[RECORD SET Boundary: Start]
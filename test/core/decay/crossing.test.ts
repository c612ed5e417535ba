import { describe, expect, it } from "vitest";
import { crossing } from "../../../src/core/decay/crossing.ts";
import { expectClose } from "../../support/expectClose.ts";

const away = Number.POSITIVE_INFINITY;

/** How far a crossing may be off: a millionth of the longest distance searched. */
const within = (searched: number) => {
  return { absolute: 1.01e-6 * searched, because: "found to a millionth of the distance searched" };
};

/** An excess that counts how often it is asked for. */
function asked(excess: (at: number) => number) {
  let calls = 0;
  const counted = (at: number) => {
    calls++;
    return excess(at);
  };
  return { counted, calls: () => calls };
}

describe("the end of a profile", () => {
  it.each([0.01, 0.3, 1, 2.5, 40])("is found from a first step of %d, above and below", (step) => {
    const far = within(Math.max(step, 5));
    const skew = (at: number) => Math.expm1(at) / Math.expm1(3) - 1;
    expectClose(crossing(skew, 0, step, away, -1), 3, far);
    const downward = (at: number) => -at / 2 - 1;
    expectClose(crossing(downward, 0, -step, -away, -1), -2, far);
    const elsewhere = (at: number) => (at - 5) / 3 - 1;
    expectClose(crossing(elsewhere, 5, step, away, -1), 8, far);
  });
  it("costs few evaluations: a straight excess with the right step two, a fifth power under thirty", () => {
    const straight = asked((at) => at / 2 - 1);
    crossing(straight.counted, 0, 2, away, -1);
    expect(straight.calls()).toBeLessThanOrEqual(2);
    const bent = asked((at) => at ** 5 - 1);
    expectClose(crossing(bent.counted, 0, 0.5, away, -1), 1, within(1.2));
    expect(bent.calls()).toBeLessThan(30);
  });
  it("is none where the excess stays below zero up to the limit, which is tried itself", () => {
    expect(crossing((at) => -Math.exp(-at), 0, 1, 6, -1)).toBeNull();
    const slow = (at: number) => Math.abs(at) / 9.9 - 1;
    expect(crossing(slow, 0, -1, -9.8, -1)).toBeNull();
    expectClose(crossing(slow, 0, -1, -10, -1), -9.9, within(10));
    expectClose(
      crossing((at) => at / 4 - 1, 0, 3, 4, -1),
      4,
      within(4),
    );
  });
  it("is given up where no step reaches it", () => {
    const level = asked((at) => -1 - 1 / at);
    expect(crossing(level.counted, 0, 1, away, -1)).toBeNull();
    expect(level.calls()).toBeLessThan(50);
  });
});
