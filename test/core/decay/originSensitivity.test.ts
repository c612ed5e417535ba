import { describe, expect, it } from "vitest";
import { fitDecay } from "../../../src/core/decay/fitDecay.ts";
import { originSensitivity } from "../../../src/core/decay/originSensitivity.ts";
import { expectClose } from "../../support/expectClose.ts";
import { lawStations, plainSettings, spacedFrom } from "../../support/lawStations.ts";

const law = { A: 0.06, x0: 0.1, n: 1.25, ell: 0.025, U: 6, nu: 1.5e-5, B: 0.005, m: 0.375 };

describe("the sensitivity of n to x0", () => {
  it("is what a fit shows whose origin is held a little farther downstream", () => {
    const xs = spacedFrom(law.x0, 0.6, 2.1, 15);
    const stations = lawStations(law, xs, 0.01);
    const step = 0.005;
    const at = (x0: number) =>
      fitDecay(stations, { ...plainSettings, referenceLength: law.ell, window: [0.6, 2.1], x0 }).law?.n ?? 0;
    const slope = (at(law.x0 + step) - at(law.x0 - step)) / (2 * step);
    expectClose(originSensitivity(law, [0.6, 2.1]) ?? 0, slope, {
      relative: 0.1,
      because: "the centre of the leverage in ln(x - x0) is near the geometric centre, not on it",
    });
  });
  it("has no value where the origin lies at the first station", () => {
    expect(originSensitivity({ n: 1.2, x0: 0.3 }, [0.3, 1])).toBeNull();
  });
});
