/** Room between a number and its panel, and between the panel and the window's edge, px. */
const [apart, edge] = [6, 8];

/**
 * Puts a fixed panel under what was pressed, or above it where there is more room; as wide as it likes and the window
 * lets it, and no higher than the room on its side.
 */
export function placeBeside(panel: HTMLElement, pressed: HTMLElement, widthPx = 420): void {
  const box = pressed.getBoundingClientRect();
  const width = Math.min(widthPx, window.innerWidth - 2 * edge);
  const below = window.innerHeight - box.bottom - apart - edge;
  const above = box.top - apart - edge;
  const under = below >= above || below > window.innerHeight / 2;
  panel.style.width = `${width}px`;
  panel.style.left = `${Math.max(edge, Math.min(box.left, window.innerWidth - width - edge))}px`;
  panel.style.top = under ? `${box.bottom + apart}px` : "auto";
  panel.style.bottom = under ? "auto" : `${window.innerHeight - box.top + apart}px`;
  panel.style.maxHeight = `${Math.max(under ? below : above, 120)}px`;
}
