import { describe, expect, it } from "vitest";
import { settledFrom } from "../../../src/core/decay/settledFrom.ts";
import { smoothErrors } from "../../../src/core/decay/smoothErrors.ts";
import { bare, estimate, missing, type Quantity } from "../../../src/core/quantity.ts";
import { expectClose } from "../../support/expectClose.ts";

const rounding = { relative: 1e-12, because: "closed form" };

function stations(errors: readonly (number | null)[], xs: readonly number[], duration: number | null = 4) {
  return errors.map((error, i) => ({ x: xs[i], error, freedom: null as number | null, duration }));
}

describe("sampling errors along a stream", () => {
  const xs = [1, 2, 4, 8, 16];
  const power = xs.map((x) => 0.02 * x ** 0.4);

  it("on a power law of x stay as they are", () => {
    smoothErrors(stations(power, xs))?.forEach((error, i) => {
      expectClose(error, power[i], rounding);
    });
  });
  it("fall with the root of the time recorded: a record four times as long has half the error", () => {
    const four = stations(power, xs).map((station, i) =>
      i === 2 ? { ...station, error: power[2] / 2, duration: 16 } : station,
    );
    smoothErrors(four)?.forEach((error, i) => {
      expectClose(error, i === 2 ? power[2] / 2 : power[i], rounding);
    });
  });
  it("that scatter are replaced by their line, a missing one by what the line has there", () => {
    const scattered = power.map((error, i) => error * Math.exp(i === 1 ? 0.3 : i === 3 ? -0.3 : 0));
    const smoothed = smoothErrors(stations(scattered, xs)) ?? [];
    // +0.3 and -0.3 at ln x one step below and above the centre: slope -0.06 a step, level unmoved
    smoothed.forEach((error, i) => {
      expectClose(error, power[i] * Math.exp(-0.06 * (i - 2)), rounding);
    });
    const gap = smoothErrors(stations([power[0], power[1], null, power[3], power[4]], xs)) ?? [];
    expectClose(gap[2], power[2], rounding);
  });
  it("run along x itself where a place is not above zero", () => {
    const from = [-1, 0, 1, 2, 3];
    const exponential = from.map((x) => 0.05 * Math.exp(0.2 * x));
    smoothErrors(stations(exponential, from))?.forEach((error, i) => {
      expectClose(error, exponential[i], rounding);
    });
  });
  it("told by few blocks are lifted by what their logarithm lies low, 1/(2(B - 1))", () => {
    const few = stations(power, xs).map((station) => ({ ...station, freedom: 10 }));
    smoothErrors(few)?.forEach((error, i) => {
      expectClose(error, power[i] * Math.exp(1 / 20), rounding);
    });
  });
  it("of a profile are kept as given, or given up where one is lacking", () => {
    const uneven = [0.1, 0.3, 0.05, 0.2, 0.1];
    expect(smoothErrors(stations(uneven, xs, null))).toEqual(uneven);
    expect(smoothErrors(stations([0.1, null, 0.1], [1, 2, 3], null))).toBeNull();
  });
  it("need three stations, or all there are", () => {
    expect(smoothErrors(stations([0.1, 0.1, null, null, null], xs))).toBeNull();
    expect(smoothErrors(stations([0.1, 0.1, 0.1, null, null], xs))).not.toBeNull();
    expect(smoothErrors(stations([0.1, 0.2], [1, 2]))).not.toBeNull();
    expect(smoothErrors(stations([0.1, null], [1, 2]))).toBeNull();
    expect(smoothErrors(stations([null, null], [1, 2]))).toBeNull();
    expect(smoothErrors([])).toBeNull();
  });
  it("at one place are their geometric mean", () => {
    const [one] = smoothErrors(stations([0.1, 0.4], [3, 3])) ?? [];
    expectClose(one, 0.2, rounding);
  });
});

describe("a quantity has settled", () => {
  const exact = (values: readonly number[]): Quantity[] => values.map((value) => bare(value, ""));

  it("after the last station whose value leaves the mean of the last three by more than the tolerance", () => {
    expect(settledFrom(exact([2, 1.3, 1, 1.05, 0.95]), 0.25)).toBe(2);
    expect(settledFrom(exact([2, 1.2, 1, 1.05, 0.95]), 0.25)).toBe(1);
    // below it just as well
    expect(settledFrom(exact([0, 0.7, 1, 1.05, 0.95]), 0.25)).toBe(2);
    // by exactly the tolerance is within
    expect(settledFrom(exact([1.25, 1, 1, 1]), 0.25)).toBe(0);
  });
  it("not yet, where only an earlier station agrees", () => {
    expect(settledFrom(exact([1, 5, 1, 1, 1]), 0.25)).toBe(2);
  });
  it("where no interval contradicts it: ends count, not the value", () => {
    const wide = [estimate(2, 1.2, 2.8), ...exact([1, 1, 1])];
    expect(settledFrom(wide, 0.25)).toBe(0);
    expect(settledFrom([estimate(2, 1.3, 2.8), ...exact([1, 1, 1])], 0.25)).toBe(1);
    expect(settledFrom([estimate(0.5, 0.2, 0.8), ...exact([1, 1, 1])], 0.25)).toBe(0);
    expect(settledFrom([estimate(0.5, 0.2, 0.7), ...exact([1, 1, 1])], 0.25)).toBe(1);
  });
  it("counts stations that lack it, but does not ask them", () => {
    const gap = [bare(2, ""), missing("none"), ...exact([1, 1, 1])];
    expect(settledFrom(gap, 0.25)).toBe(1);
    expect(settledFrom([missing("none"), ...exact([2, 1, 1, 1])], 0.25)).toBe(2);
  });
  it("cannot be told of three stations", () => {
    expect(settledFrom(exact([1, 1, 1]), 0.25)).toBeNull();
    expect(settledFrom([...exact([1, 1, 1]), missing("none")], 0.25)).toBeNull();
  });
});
[RECORD SET Boundary: End]
WHAT IS BEING ASKED:
Everything from the line containing "tolerance is within" to the end of the listing above must be returned exactly. Both end lines belong in it.

REPLY:
    // by exactly the tolerance is within
    expect(settledFrom(exact([1.25, 1, 1, 1]), 0.25)).toBe(0);
  });
  it("not yet, where only an earlier station agrees", () => {
    expect(settledFrom(exact([1, 5, 1, 1, 1]), 0.25)).toBe(2);
  });
  it("where no interval contradicts it: ends count, not the value", () => {
    const wide = [estimate(2, 1.2, 2.8), ...exact([1, 1, 1])];
    expect(settledFrom(wide, 0.25)).toBe(0);
    expect(settledFrom([estimate(2, 1.3, 2.8), ...exact([1, 1, 1])], 0.25)).toBe(1);
    expect(settledFrom([estimate(0.5, 0.2, 0.8), ...exact([1, 1, 1])], 0.25)).toBe(0);
    expect(settledFrom([estimate(0.5, 0.2, 0.7), ...exact([1, 1, 1])], 0.25)).toBe(1);
  });
  it("counts stations that lack it, but does not ask them", () => {
    const gap = [bare(2, ""), missing("none"), ...exact([1, 1, 1])];
    expect(settledFrom(gap, 0.25)).toBe(1);
    expect(settledFrom([missing("none"), ...exact([2, 1, 1, 1])], 0.25)).toBe(2);
  });
  it("cannot be told of three stations", () => {
    expect(settledFrom(exact([1, 1, 1]), 0.25)).toBeNull();
    expect(settledFrom([...exact([1, 1, 1]), missing("none")], 0.25)).toBeNull();
  });
});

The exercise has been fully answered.